We may be for them or against them. The point is precisely to have a private
operator who works hand in hand with a public organization. In the end, is the
consortium that is created a semi-public organization, or a private one? We
could debate that for a long time, but yes, in each public-private partnership,
there is a private organization whose mission is to generate profits, one which
will exploit the asset using rates that will allow it to make a profit. Since it
is supported by the bank, if an order is made indicating that this project has
the status of an agent of the Crown, it will benefit from all of the privileges
For mayors, this will obviously cause frustrations, as you mentioned. I would
add that if the Parliament of Canada decides to amend the bill in order to make
provincial laws and municipal regulations apply, even if the bank is considered
a Crown agency, it would be possible to limit the scope of the immunity. It does
not mean that provinces and municipalities could then abuse the application of
these provincial laws, as there would still be a type of interjurisdictional
immunity, given the jurisdictions' dynamics. Let me explain: if a provincial act
has a substantive adverse effect on federal jurisdiction, it could not apply.
It is not very risky for the federal Parliament to say that provincial laws
would apply, because they would apply in provincial fields of jurisdiction, and
if they do not intrude on federal jurisdiction. Let's take the example of an oil
pipeline that crosses the territory of a province. Currently, if Ottawa
legislates in this area, that pipeline falls under its jurisdiction. If the
provinces want to apply their legislation, their laws rapidly become
inapplicable, as they come up against federal jurisdiction over energy.
Conversely, if Ottawa, through its bank, invests in the field of education,
for instance, and builds colleges, given its federal spending power, it would
not be acting in its own field of jurisdiction, and it is normal that provincial
laws would then apply. So there is no risk that the provincial law would become
an obstacle to federal jurisdiction. The fact that the legislator would indicate
that provincial laws apply would not disrupt the distribution of jurisdictions.
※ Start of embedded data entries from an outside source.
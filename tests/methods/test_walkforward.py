"""Tests of the walk-forward record of re-picking the winner (sweepaudit.methods.walkforward).

Checked against outside references:

* every pick against a slow literal loop whose training Sharpe ratios come from numpy's ``mean`` and
  ``std(ddof=1)`` on the windows before each window (the definition, not our cumulative sums);
* theory (Hamilton 1994, section 3.4): under an AR(1) with coefficient phi and no edge anywhere,
  ``E[x_t | past] = phi x_(t-1)``, so the raw record of chasing the best past Sharpe ratio earns on
  average phi times its picks' last returns, and the record with that prediction taken out has mean
  zero; the test's size under such nulls (binomial bounds, scipy);
* the test's t-ratio and p-value against scipy's Student t with the long-run estimate's degrees of
  freedom.

Internal consistency only: chunking over configurations (a tiny memory budget gives the same picks),
the stress charge against :func:`sweepaudit.methods.tails.family_stress`, the shortfall charge, and
every error message.
"""

from __future__ import annotations

import math

import numpy as np
import pytest
from scipy import stats

from sweepaudit.errors import InputError
from sweepaudit.methods import walkforward
from sweepaudit.methods.longrun import long_run_variance
from sweepaudit.methods.tails import family_stress
from sweepaudit.methods.walkforward import default_warmup, walk_forward, walk_forward_picks
from sweepaudit.simulate import simulate_crashes, simulate_dependent_grid


def _slow_picks(x, warmup, lookback=None):
    picks = []
    for t in range(warmup, x.shape[0]):
        train = x[(0 if lookback is None else max(0, t - lookback)):t]
        sd = train.std(axis=0, ddof=1)
        sharpe = np.where(sd > 0, train.mean(axis=0) / np.where(sd > 0, sd, 1.0), -np.inf)
        picks.append(int(np.argmax(sharpe)))
    return np.array(picks)


@pytest.mark.parametrize("lookback", [None, 2, 13, 500])
def test_picks_match_a_literal_loop(lookback):
    rng = np.random.default_rng(1)
    x = rng.normal(0.0005, 0.01, (150, 23)) + rng.normal(0, 0.0004, 23)
    got = walk_forward_picks(x, warmup=10, lookback=lookback)
    assert np.array_equal(got, _slow_picks(x, 10, lookback))


def test_flat_configurations_ties_and_a_large_level_are_handled():
    rng = np.random.default_rng(2)
    x = rng.normal(0, 0.01, (80, 5)) + 100.0  # a large level: the sums must not lose the variance
    x[:40, 1] = 100.0  # flat (not invested) for the first 40 windows: no Sharpe ratio there
    x[:, 3] = x[:, 2]  # an exact copy: the tie goes to the lower column
    got = walk_forward_picks(x, warmup=5)
    assert np.array_equal(got, _slow_picks(x, 5))
    assert 3 not in got
    assert not np.any(got[:35] == 1)
    flat = np.zeros((30, 3))
    assert np.array_equal(walk_forward_picks(flat, warmup=4), np.zeros(26, dtype=int))  # all flat: the first


def test_blocks_of_configurations_give_the_same_picks(monkeypatch):
    x = np.random.default_rng(3).normal(0, 0.01, (120, 57))
    whole = walk_forward_picks(x, warmup=30, lookback=40)
    monkeypatch.setattr(walkforward, "PICK_BUDGET", 8 * 8 * 121 * 4)  # four configurations per block
    assert np.array_equal(walk_forward_picks(x, warmup=30, lookback=40), whole)


def test_record_and_its_figures():
    rng = np.random.default_rng(4)
    x = rng.normal(0, 0.01, (200, 12))
    x[:, 7] += 0.004
    w = walk_forward(x, selected=7, warmup=50)
    t = np.arange(50, 200)
    assert np.array_equal(w.record, x[t, w.picks])
    assert np.array_equal(w.selected_record, x[t, 7])
    assert w.windows == 150 and w.warmup == 50 and w.lookback is None
    assert w.mean == pytest.approx(w.record.mean())
    assert w.sharpe == pytest.approx(w.record.mean() / w.record.std(ddof=1))
    assert w.pick_changes == np.count_nonzero(np.diff(w.picks))
    assert w.pick_change_rate == pytest.approx(w.pick_changes / 149)
    assert w.distinct_picks == np.unique(w.picks).size
    assert w.selected_share == pytest.approx(np.mean(w.picks == 7))
    assert w.most_picked == np.bincount(w.picks).argmax()
    assert w.selected_share > 0.8  # the edge is found early and kept
    # No persistence and no stress: the tested series is the record.
    assert np.array_equal(w.tested, w.record)
    estimate = long_run_variance(w.record)
    ratio = w.record.mean() / math.sqrt(estimate.variance[0] / 150)
    assert w.statistic == pytest.approx(ratio)
    assert w.pvalue == pytest.approx(stats.t.sf(ratio, estimate.degrees_of_freedom[0]))
    assert w.pvalue < 0.01


def test_persistence_prediction_is_taken_out():
    x = simulate_dependent_grid(np.random.default_rng(5), 36, 300, phi=0.5)
    w = walk_forward(x, selected=0, warmup=75, persistence=0.5)
    t = np.arange(75, 300)
    assert np.allclose(w.tested, w.record - 0.5 * x[t - 1, w.picks])
    assert w.persistence_gain == pytest.approx(np.mean(0.5 * x[t - 1, w.picks]))
    assert w.tested_mean == pytest.approx(w.tested.mean())


def test_chasing_persistence_earns_what_theory_predicts_and_the_test_removes_it():
    # AR(1) windows, phi = 0.5, no edge anywhere (Hamilton 1994: E[x_t | past] = phi x_(t-1)).
    phi, sweeps = 0.5, 60
    raw, gain, tested = [], [], []
    for seed in range(sweeps):
        x = simulate_dependent_grid(np.random.default_rng(100 + seed), 25, 208, phi=phi)
        w = walk_forward(x, selected=0, warmup=52, persistence=phi)
        raw.append(w.mean)
        gain.append(w.persistence_gain)
        tested.append(w.tested_mean)
    raw, gain, tested = map(np.array, (raw, gain, tested))
    se = lambda v: v.std(ddof=1) / math.sqrt(sweeps)  # noqa: E731
    assert raw.mean() > 4 * se(raw)  # the record of chasing the best past Sharpe ratio earns by persistence
    assert raw.mean() == pytest.approx(gain.mean(), abs=3 * se(raw - gain))  # ... what phi x_(t-1) foretold
    assert abs(tested.mean()) < 3 * se(tested)  # and nothing beyond it


def _passes(simulate, sweeps):
    """How many simulated null sweeps the test passes, set up as the audit sets it up."""
    passes = 0
    for seed in range(sweeps):
        x = simulate(np.random.default_rng(seed))
        phi = float(np.median(long_run_variance(x).ar_coefficient))
        w = walk_forward(x, selected=0, warmup=default_warmup(x.shape[0]), persistence=phi,
                         stress=family_stress(x, selected=0))
        passes += w.pvalue <= 0.05
    return passes


def test_size_under_an_autoregressive_null_short():
    sweeps = 120
    passes = _passes(lambda rng: simulate_dependent_grid(rng, 25, 208, phi=0.5), sweeps)
    assert passes <= stats.binom.ppf(0.999, sweeps, 0.05)  # a 5% test exceeds this with probability 0.1%


@pytest.mark.slow
@pytest.mark.parametrize("simulate", [
    pytest.param(lambda rng: simulate_dependent_grid(rng, 100, 208), id="grid"),
    pytest.param(lambda rng: simulate_dependent_grid(rng, 100, 208, phi=0.5), id="ar0.5"),
    pytest.param(lambda rng: simulate_dependent_grid(rng, 100, 520, phi=0.7), id="ar0.7"),
    pytest.param(lambda rng: simulate_dependent_grid(rng, 100, 208, shocks="student_t"), id="student-t"),
    pytest.param(lambda rng: simulate_crashes(rng, 100, 260), id="crashes"),
])
def test_size_under_null_families(simulate):
    sweeps = 600
    assert _passes(simulate, sweeps) / sweeps <= 0.05 + 2 * math.sqrt(0.05 * 0.95 / sweeps)


def _crash_family(seed=6, t=200, n=30):
    rng = np.random.default_rng(seed)
    x = 0.01 * (0.5 * rng.standard_normal((t, 1)) + math.sqrt(0.75) * rng.standard_normal((t, n)))
    x[:, 4] += 0.003
    return x


def test_the_pick_is_charged_the_family_loss_in_a_stress_window_it_escaped():
    x = _crash_family()
    crash = 150
    x[crash] -= 0.2
    x[crash, 4] = 0.002  # the configuration the record holds escapes the family's crash
    stress = family_stress(x, selected=4)
    assert stress.windows.tolist() == [crash]
    w = walk_forward(x, selected=4, warmup=50, stress=stress)
    assert w.picks[crash - 50] == 4
    charged = family_stress(x, selected=4).charged_return[0]  # the selected configuration's own charge
    assert w.tested[crash - 50] == pytest.approx(charged)
    assert w.stress_windows == 1 and w.stress_windows_expected == pytest.approx(150 / 200)
    assert w.stress_charge == pytest.approx((0.002 - charged) / 150)


def test_stress_windows_missing_from_the_record_are_charged_at_the_sample_rate():
    x = _crash_family(7)
    x[[10, 20, 30]] -= 0.2  # three crashes, all in the warm-up
    stress = family_stress(x, selected=4)
    assert stress.windows.tolist() == [10, 20, 30]
    w = walk_forward(x, selected=4, warmup=50, stress=stress)
    plain = walk_forward(x, selected=4, warmup=50)
    assert w.stress_windows == 0 and w.stress_windows_expected == pytest.approx(3 * 150 / 200)
    typical = np.bincount(w.picks).argmax()
    loss = -np.mean(np.median(x[:, typical]) + _robust_sd(x[:, typical]) * stress.family_loss)
    shortfall = 3 * 150 / 200 * loss / 150
    assert w.stress_charge == pytest.approx(shortfall)
    assert np.allclose(w.tested, plain.tested - shortfall)
    assert w.pvalue > plain.pvalue


def _robust_sd(column):
    return 1.4826 * np.median(np.abs(column - np.median(column)))


def test_default_warmup_is_a_quarter():
    assert default_warmup(208) == 52
    assert default_warmup(5) == 2


def test_errors_name_the_argument_and_the_rule():
    x = np.random.default_rng(8).normal(0, 0.01, (40, 4))
    with pytest.raises(InputError, match=r"warmup must be a whole number from 2 to 32 \(a record of at least 8"):
        walk_forward(x, selected=0, warmup=35)
    with pytest.raises(InputError, match="warmup must be a whole number from 2 to 32"):
        walk_forward(x, selected=0, warmup=1)
    with pytest.raises(InputError, match="lookback must be a whole number of at least 2; got 1"):
        walk_forward(x, selected=0, warmup=10, lookback=1)
    with pytest.raises(InputError, match="persistence must lie strictly between -1 and 1; got 1.0"):
        walk_forward(x, selected=0, warmup=10, persistence=1.0)
    with pytest.raises(InputError, match="selected must be a column index from 0 to 3; got 4"):
        walk_forward(x, selected=4, warmup=10)
    with pytest.raises(InputError, match="returns must be finite"):
        walk_forward_picks(np.where(np.eye(40, 4) > 0, np.nan, x), warmup=10)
That distribution would continue to apply.
Senator Carignan: You referred to a pipeline. The fact that the
pipeline crosses different provinces triggers federal jurisdiction. However, in
the case of a local pipeline between a drilling well and a location that could
be ten miles away, over rivers, where the oil could be exported, or transported
by truck, can the federal government declare that that project has the status of
Crown agency, so that the project would not be subject to Quebec or the
province's environmental assessments?
Mr. Taillon: Yes. If the infrastructure bank is a partner in the
project and is considered an agent of the Crown, provincial rules or laws would
not apply. That is the consequence of the bill. Of course there is a step that
must be taken. But by adopting the bill, you're giving the government the power
to implement a scenario such as the one you've just described. Of course, the
government would have to decide to do that. It is not surprising that in the
newspapers we read reassuring comments from the government stating that that is
not its intention. When you adopt laws, you create frameworks and limits. You
allow the government to do certain things. I understand that things may be
somewhat different in practice, and that things can be modulated, but I think it
is the work of the legislator to consider the scope of the powers delegated to
the government in such a case. The fact that the government says that it does
not intend to do that does not mean that it will not, if it feels a need to
adopt that course of action.
Senator Ringuette: Thank you, Mr. Taillon. I have several questions
for you. To your knowledge, among infrastructure projects that received federal
funds over the past 20 years, were there any projects that required immunity in
the course of their execution? I have worked on the Hill for a long time, and I
never heard of any. Do you know of any?
Mr. Taillon: Thank you for your question. I'm going to have to
speculate, since I don't have all the statutes and scenarios with me.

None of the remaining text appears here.